Every person’s transition as they die will be different, as some pass away quickly and painlessly, while others may experience gradual decline and, unfortunately, prolonged suffering.

To ease the transition for a dying loved one, it’s important to know how to provide comfort, support, honesty, and reassurance throughout the process.

When Hospice Care Is Needed?

If it becomes clear that your loved one likely has several months of life left, his or her healthcare team may suggest placement in hospice care. Hospice can provide specialized healthcare services for those who are at the end of life without the possibility of recovery.

In hospice care, loved ones will still receive treatment to maximize comfort throughout their transition, but it can also provide additional spiritual or emotional support for everyone involved in their passing.

How to Determine When a Loved One Is in the Process of Dying?

As a close family member or friend’s health begins to deteriorate, there are some signs to look for that are a normal part of the dying process. The following are signs that you may be able to identify in adults, but they may differ for children and teenagers.

One to Three Months Leading Up to Death

During these early stages, you’re likely to notice one or more of the following:

  • More sleep 
  • Decreased appetite 
  • Talking less 
  • Withdrawal from people along with activities they normally find enjoyable 

One to Two Weeks Leading Up to Death

At this point, your loved one may experience severe fatigue, along with the following signs:

  • Dramatic changes in sleep patterns 
  • Diminished thirst and appetite 
  • Additional pain 
  • Minimal urination and bowel movements 
  • Changing heart rate, breathing, or blood pressure 
  • Confusion or a decrease in responsiveness 
  • Increasing and decreasing body temperature that can affect body heat and appearance 
  • Congestion 

Keep in mind that while pain is treatable, it may become difficult to administer medication orally. Also, although breathing issues could be alarming, they typically don’t come with pain and are treatable.

Visions or Hallucinations

Some people during the dying process may experience hallucinations or visions, which are often comforting. It may be best to avoid convincing your loved one that any of these vivid experiences are unreal, particularly if they find solace in them and could become upset.

In the Final Days and Hours

As your loved one approaches his or her final moments in those last days or hours, you may notice that they completely cease eating or drinking, urination and bowel movements stop, as do visible reactions to pain.

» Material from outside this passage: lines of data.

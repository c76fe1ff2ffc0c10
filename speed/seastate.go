package speed

import (
	"errors"
	"fmt"
	"math"
	"math/cmplx"

	"gonum.org/v1/gonum/dsp/fourier"
)

// Defaults of SeaStateOptions.
const (
	// DefaultProbes is the default number of grid points whose time series
	// feed the frequency spectrum.
	DefaultProbes = 64
	// DefaultMaxPairs is the number of frame pairs the direction estimate
	// is thinned to when the record length is known in advance.
	DefaultMaxPairs = 100
	// DefaultDirectionCells is the default largest number of cells per side
	// of the grid the direction estimate transforms (see
	// SeaStateOptions.DirectionCells).
	DefaultDirectionCells = 128
	// maxMissingFraction is the largest fraction of missing samples a
	// probe series may have and still be used (after linear filling).
	maxMissingFraction = 0.2
	// minSegment is the shortest default Welch segment, in samples.
	minSegment = 16
	// minPeriodsPerSegment is the fewest peak periods a default Welch
	// segment holds: with fewer, a wave's spectral line overlaps its image
	// at negative frequency and the segment-mean removal takes part of its
	// variance.
	minPeriodsPerSegment = 4
	// peakSamplesPerPeriod sets the zero-padding of the spectrum from
	// which the peak frequency is computed: its grid is at least this many
	// times finer than the peak frequency (Δf ≤ F_p/64).
	peakSamplesPerPeriod = 64
	// bandLowFraction: the waves' band starts at this fraction of F_p.
	bandLowFraction = 0.25
	// noiseSearchFactor: the noise floor is looked for above this
	// multiple of F_p.
	noiseSearchFactor = 2
)

// SeaStateOptions tunes a SeaStateEstimator. The zero value gives the
// defaults.
type SeaStateOptions struct {
	// Probes is the approximate number of grid points, spread on a regular
	// sub-grid, whose elevation series are sampled for the Welch frequency
	// spectrum. Default DefaultProbes (64); all grid points if the grid is
	// smaller.
	Probes int
	// SegmentSeconds is the Welch segment length in seconds. Default: about
	// 8 half-overlapping segments over the record, at least 16 samples,
	// lengthened to hold at least 4 peak periods when the record is short.
	SegmentSeconds float64
	// PairStride thins the direction estimate for speed: the pair of
	// frames (n−1, n) is used only when the time index n (frames plus
	// declared gaps, from 0) is a multiple of PairStride. Default 1 (every
	// pair), or, when ExpectedFrames is set, the stride that leaves about
	// DefaultMaxPairs pairs. The thinning depends only on frame indices, so
	// results are deterministic.
	PairStride int
	// ExpectedFrames is the record length in frames when known in advance
	// (frames plus gaps); it only sets the default PairStride and the
	// capacity of the probe series.
	ExpectedFrames int
	// DirectionCells is the largest number of cells per side of the grid
	// the direction estimate transforms: larger grids are averaged over
	// blocks of D×D cells first, D the smallest whole number that brings
	// both sides to DirectionCells or fewer. Default DefaultDirectionCells
	// (128); −1 transforms the full grid.
	DirectionCells int
}

// SeaState is the sea state of a record of elevation maps.
type SeaState struct {
	// Hm0 is the significant wave height 4√m0 in metres of the waves'
	// band (BandLowHz ≤ f < BandHighHz) with the noise floor removed: m0
	// is the variance of the probe series (equally weighted over the
	// record), less the spectral variance outside the band, less the
	// floor NoiseFloorPSD times the band's width.
	Hm0 float64
	// Hm0Total is 4√ of the whole variance of the probe series, noise and
	// out-of-band variance included (what Hm0 was before the band and the
	// noise correction).
	Hm0Total float64
	// BandLowHz, BandHighHz bound the waves' band: from a quarter of Fp to
	// the start of the noise floor (or above the last bin when no floor
	// was found).
	BandLowHz, BandHighHz float64
	// NoiseFloorPSD is the white noise floor in m²/Hz found at the top of
	// the spectrum, NoiseRMS = √(NoiseFloorPSD·f_Nyquist) the RMS in
	// metres of white noise at that level; NoiseFloorFound is false (and
	// both zero, nothing subtracted) when the spectrum still falls at the
	// Nyquist frequency.
	NoiseFloorPSD, NoiseRMS float64
	NoiseFloorFound         bool
	// Fp is the peak frequency in Hz: F_p = ∫ f S⁴ df / ∫ S⁴ df (Young
	// 1995, Ocean Eng. 22, 669–686) over the waves' band of the
	// probe-averaged spectrum less its noise floor, zero-padded to a grid
	// finer than Fp/64 (FpWelch), with the shift the window's smoothing
	// gives it removed: Fp = 2·FpWelch − FpSmoothed. Tp = 1/Fp is the peak
	// period in seconds. Both are absolute (fixed-camera) values.
	Tp, Fp float64
	// FpStd and TpStd are their standard uncertainties: the delta-method
	// sampling term for the degrees of freedom DOF with the Hann window's
	// resolution (youngStd), and the smoothing correction FpWelch −
	// FpSmoothed as the resolution term, in quadrature; and
	// [FpLow, FpHigh], [TpLow, TpHigh] their IntervalLevel (90 %)
	// intervals, Fp ± 1.645 FpStd and its reciprocal.
	FpStd, TpStd  float64
	FpLow, FpHigh float64
	TpLow, TpHigh float64
	// FpWelch is F_p of the Welch spectrum itself, FpSmoothed that of the
	// spectrum smoothed once more by the window (see Fp).
	FpWelch, FpSmoothed float64
	FpParabola          float64 // the largest bin refined by PeakParabola, for comparison
	DOF                 float64 // equivalent degrees of freedom of the spectrum at the peak
	EffectiveProbes     float64 // independent probes those DOF count (1 to NProbes)
	// PeakPhaseSpeed (c_p, m/s) and its interval [PeakPhaseSpeedLow,
	// PeakPhaseSpeedHigh] and standard uncertainty PeakPhaseSpeedStd are
	// zero until SetPeakPhaseSpeed gives the depth, current and direction.
	PeakPhaseSpeed, PeakPhaseSpeedLow, PeakPhaseSpeedHigh, PeakPhaseSpeedStd float64
	// MeanDirectionRad is the energy-weighted mean direction of wave travel
	// in radians, counter-clockwise from +x, in (−π, π].
	MeanDirectionRad float64
	// DirectionSpread is the circular spread √(2(1−R)) in radians, R the
	// mean resultant length of the energy-weighted directions (the
	// directional width of Kuik, van Vledder & Holthuijsen 1988, J. Phys.
	// Oceanogr. 18 — from memory).
	DirectionSpread float64
	// Freqs (Hz) and PSD (m²/Hz) are the Welch spectrum averaged over the
	// probes used (noise floor included).
	Freqs, PSD []float64
	// NProbes is the number of probe series used; DroppedProbes the number
	// left out for having more than 20 % missing samples.
	NProbes, DroppedProbes int
	// Frames is the number of frames added, GapFrames the number declared
	// missing with AddGap, FilledSamples the number of probe samples
	// (masked or in gaps) filled by linear interpolation in the probes used.
	Frames, GapFrames, FilledSamples int
	// SegmentSamples is the Welch segment length used, in samples,
	// Segments the number of segments averaged, PadFactor the
	// zero-padding of the spectrum Fp is computed on.
	SegmentSamples, Segments, PadFactor int
	// Pairs is the number of consecutive frame pairs in the direction
	// estimate, DirectionBlock the side D of the blocks of cells averaged
	// before its transforms (1: full grid).
	Pairs, DirectionBlock int
}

Some other signs that could signal the end could also include glazing or buildup of tears in the eyes, decreased body temperature, irregular or difficult-to-detect heartbeat and pulse, blue-purple skin color on hands, feet, and knees, or slowed breathing and gasping.

The person may also periodically lose and regain consciousness.

What to Do in Those Final Moments

During the last days or hours preceding death, you may notice that your loved one experiences a certain level of confusion. They may also appear to struggle and could strike out, attempt to leave their bed, or call out to family and friends. On the other hand, some could experience moments of clarity and lucidity. Regardless, it’s important to do what you can to maximize comfort during this stage.

Some steps you can take as the final hours approach is to keep the room well-lit but ambient, make sure the space is quiet and tranquil, and provide gentle physical contact for reassurance. Medication may also be administered to help further ease the transition.

Saying Final Goodbyes

During your loved one’s final moments, it will come time to call in family and friends to say their goodbyes. Throughout this process, the person’s hospice care team can help make sure that you and your family are prepared for what will happen.

Oftentimes, a person won’t pass away while everyone’s gathered. They may only die once everyone has said their goodbyes and left, so don’t feel like you need to be there at the very end.

Knowing what to look for and how to approach a person’s death can help ease the dying process for you, your loved one, and the rest of the family. You can also seek help from caregivers for additional support throughout the transition.